Effectiveness of Cathelicidin Antimicrobial Peptide against Ictalurid Catfish Bacterial Pathogens

Abstract

One of the major goals in aquaculture is to protect fish against infectious diseases as disease outbreaks could lead to economic losses if not controlled. Antimicrobial peptides (AMPs), a class of highly conserved peptides known to possess direct antimicrobial activities against invading pathogens, were evaluated for their ability to protect Channel Catfish Ictalurus punctatus and hybrid catfish (female Channel Catfish × male Blue Catfish I. furcatus) against infection caused by the fish pathogen Aeromonas hydrophila ML09-119. To identify effective peptides, the minimum inhibitory concentrations against bacterial pathogens Edwardsiella ictaluri S97-773, Edwardsiella piscicida E22-10, A. hydrophila ML09-119, Aeromonas veronii 03X03876, and Flavobacterium columnare GL-001 were determined in vitro.
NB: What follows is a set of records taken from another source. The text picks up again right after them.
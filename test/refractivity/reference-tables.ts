/**
 * Reference tables shared by several refractivity tests.
 *
 * nistTable: the NIST EMT 14-row comparison table (REFERENCES.md §1.3) as air states, for the
 * Ciddor and modified-Edlén tests. Humidity follows NIST (REFERENCES.md §1.2): p_v = RH · svp_IAPWS(T); the
 * enhancement factor enters only Ciddor's mole fraction, inside the model.
 *
 * dispersionTable: (n − 1)×10⁸ of the standard airs against wavelength (REFERENCES.md §1.7,
 * independent computation), for the Ciddor, Edlén and Birch & Downs tests.
 */
import { CELSIUS_OFFSET_K } from '../../sim/constants.js';
import type { AirState, OpticalOptions } from '../../sim/refractivity/types.js';
import { saturationVapourPressureIapws_Pa, vapourPressureFromRelativeHumidity_Pa } from '../../sim/refractivity/water-vapour.js';
import { loadFixture } from './fixture.js';

/** CO2 of every NIST table row, ppm (REFERENCES.md §1.3). */
const NIST_TABLE_CO2_PPM = 450;

export interface NistRow {
  label: string;
  state: AirState;
  optics: OpticalOptions;
  /** n − 1 by Ciddor, as NIST prints it. */
  ciddor: number;
  /** n − 1 by NIST's modified Edlén, as NIST prints it. */
  edlen: number;
}

export function nistTable(): NistRow[] {
  const columns = ['t_C', 'rh_percent', 'p_kPa', 'wavelength_nm', 'n_ciddor', 'n_edlen'] as const;
  return loadFixture('nist-index-of-air-ciddor-vs-edlen.csv', columns, 14).map((row) => {
    const temperature_K = row.t_C + CELSIUS_OFFSET_K;
    return {
      label: `${row.t_C} °C, ${row.rh_percent} %RH, ${row.p_kPa} kPa, ${row.wavelength_nm} nm`,
      state: {
        temperature_K,
        pressure_Pa: row.p_kPa * 1000,
        vapour_pressure_Pa: vapourPressureFromRelativeHumidity_Pa(row.rh_percent / 100, temperature_K, saturationVapourPressureIapws_Pa),
      },
      optics: { wavelength_um: row.wavelength_nm / 1000, co2_ppm: NIST_TABLE_CO2_PPM },
      ciddor: row.n_ciddor - 1,
      edlen: row.n_edlen - 1,
    };
  });
}

/** REFERENCES.md §1.7 rows: wavelength in µm and (n − 1)×10⁸ per model's standard air. */
export function dispersionTable(): { wavelength_um: number; ciddorAir: number; ciddorVapour: number; edlenAir: number; birchDownsAir: number }[] {
  const columns = ['wavelength_nm', 'ciddor_air_1e8', 'ciddor_vapour_1e8', 'edlen_air_1e8', 'birch_downs_air_1e8'] as const;
  return loadFixture('standard-air-dispersion.csv', columns, 10).map((r) => ({
    wavelength_um: r.wavelength_nm / 1000,
    ciddorAir: r.ciddor_air_1e8,
    ciddorVapour: r.ciddor_vapour_1e8,
    edlenAir: r.edlen_air_1e8,
    birchDownsAir: r.birch_downs_air_1e8,
  }));
}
In general and overall, cathelicidins derived from alligator and sea snake exhibited more potent and rapid antimicrobial activities against the tested catfish pathogens as compared to cecropin and pleurocidin AMPs and ampicillin, the antibiotic control. When the peptides (2.5 µg of peptide/g of fish) were injected into fish and simultaneously challenged with A. hydrophila through immersion, increased survival rates in Channel Catfish and hybrid catfish were observed in both cathelicidin (alligator and sea snake) treatments as compared to other peptides and the infected control (P < 0.001) with alligator cathelicidin being the overall best treatment. Bacterial numbers in the kidney and liver of Channel Catfish and hybrid catfish also decreased (P < 0.05) for cathelicidin-injected groups at 24 and 48 h after challenge infection. These results show the potential of cathelicidin to protect catfish against bacterial infections and suggest that an approach overexpressing the peptide in transgenic fish, which is the long-term goal of this research program, may provide a method of decreasing bacterial disease problems in catfish as delivering the peptides via individual injection or feeding would not be economically feasible.